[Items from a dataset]
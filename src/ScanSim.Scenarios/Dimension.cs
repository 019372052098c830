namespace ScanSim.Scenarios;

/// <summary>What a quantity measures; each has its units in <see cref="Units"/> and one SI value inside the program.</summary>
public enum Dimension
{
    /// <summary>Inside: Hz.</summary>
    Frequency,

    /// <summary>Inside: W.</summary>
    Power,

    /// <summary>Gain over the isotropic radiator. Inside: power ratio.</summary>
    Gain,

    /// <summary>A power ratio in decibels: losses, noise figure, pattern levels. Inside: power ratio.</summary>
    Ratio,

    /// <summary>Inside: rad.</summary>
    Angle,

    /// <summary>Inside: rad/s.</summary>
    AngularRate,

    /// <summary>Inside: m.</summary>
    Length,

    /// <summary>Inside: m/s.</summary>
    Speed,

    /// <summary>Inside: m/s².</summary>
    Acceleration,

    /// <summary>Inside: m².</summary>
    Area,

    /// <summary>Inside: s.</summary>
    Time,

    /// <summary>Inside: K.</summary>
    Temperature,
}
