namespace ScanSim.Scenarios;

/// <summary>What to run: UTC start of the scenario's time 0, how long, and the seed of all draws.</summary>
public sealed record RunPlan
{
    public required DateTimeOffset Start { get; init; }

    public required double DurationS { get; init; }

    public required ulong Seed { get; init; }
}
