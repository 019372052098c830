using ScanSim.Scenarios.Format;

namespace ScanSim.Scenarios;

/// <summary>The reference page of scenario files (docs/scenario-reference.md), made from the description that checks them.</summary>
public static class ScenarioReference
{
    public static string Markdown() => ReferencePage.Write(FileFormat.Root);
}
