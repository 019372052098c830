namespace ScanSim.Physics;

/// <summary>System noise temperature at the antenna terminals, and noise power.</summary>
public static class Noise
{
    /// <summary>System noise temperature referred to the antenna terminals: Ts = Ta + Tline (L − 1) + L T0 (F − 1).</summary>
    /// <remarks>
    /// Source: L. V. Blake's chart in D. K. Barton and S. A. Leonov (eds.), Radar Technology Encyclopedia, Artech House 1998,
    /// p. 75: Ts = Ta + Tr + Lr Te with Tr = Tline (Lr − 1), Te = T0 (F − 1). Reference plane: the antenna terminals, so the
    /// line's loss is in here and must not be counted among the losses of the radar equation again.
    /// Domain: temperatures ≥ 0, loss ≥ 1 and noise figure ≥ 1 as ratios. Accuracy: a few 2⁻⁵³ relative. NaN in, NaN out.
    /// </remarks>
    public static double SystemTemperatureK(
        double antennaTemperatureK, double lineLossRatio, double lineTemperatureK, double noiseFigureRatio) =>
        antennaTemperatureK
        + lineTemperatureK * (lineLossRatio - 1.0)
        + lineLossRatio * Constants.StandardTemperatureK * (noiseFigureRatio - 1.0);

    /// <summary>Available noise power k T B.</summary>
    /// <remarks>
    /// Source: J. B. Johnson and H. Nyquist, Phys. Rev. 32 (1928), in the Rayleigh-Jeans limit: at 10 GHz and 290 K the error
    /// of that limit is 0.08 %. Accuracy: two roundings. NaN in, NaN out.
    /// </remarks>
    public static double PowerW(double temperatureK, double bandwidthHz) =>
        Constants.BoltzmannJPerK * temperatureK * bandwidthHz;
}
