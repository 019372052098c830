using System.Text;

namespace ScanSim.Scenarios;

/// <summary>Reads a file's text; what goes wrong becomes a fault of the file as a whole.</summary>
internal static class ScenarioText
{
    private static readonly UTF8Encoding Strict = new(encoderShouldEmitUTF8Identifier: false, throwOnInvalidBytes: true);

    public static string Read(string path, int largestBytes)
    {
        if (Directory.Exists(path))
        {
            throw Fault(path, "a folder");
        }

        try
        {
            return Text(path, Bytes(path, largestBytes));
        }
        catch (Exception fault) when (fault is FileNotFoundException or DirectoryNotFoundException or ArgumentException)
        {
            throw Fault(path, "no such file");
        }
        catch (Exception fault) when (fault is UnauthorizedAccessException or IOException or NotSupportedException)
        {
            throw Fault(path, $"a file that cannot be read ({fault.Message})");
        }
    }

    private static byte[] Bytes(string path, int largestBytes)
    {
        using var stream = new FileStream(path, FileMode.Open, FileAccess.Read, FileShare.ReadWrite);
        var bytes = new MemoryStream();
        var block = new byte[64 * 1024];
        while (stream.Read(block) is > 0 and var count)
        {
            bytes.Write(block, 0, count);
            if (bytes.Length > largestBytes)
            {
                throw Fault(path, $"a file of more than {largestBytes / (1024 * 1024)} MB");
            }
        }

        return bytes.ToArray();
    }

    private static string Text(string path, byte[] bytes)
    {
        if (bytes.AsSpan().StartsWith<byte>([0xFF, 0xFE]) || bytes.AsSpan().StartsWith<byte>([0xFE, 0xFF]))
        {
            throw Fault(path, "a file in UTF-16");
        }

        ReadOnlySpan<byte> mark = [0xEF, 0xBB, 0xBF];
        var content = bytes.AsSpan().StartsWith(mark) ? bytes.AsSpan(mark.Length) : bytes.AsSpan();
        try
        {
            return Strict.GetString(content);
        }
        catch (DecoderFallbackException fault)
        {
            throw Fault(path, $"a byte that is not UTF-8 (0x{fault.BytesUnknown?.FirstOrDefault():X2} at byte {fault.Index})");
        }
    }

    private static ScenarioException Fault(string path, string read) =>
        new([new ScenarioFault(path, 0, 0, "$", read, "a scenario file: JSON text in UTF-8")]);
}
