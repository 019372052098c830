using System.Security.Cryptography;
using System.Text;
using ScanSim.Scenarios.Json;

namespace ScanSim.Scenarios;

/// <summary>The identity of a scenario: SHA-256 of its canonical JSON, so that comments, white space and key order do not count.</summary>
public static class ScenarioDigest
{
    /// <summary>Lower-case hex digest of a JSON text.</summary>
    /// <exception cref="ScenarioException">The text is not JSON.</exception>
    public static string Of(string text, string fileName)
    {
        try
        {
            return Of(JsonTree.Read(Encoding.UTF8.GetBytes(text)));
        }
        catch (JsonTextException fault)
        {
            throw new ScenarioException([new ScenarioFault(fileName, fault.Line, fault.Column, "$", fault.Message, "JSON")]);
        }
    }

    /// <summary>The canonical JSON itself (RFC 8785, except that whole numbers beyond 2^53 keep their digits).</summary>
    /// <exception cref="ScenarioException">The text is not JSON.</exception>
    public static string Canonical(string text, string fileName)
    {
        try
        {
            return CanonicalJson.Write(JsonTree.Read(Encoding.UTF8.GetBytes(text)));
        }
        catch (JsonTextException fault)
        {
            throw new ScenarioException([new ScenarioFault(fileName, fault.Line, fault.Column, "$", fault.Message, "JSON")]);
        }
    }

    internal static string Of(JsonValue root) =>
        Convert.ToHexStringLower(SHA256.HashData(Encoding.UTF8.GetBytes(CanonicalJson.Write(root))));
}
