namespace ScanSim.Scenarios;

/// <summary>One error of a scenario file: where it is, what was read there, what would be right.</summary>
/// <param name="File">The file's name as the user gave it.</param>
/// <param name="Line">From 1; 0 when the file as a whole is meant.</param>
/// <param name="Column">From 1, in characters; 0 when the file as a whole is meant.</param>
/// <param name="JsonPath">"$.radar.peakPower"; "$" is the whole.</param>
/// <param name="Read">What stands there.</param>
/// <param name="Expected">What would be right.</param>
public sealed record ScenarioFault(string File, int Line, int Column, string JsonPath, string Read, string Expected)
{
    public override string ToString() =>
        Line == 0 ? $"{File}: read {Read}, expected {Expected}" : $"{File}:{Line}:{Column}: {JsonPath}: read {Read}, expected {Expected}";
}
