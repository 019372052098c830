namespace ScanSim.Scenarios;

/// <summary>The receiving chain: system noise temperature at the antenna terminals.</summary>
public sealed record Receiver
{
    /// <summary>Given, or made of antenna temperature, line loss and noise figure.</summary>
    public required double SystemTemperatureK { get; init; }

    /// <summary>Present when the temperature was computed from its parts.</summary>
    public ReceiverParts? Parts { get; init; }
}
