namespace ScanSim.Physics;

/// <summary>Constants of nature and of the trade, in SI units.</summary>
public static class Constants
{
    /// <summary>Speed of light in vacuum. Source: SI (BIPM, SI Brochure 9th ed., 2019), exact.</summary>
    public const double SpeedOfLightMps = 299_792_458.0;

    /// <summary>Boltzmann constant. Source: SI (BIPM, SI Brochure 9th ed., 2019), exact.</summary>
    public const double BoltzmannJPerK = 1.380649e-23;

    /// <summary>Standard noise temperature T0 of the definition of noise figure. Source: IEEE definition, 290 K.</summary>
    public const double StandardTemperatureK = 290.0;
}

▸ Your task
The lines of the records that contain the string "using" should be located and copied.

▸ Problem solution
using ScanSim.Scenarios.Format;
using System.Text;
        using var stream = new FileStream(path, FileMode.Open, FileAccess.Read, FileShare.ReadWrite);
using System.Security.Cryptography;
using System.Text;
using ScanSim.Scenarios.Json;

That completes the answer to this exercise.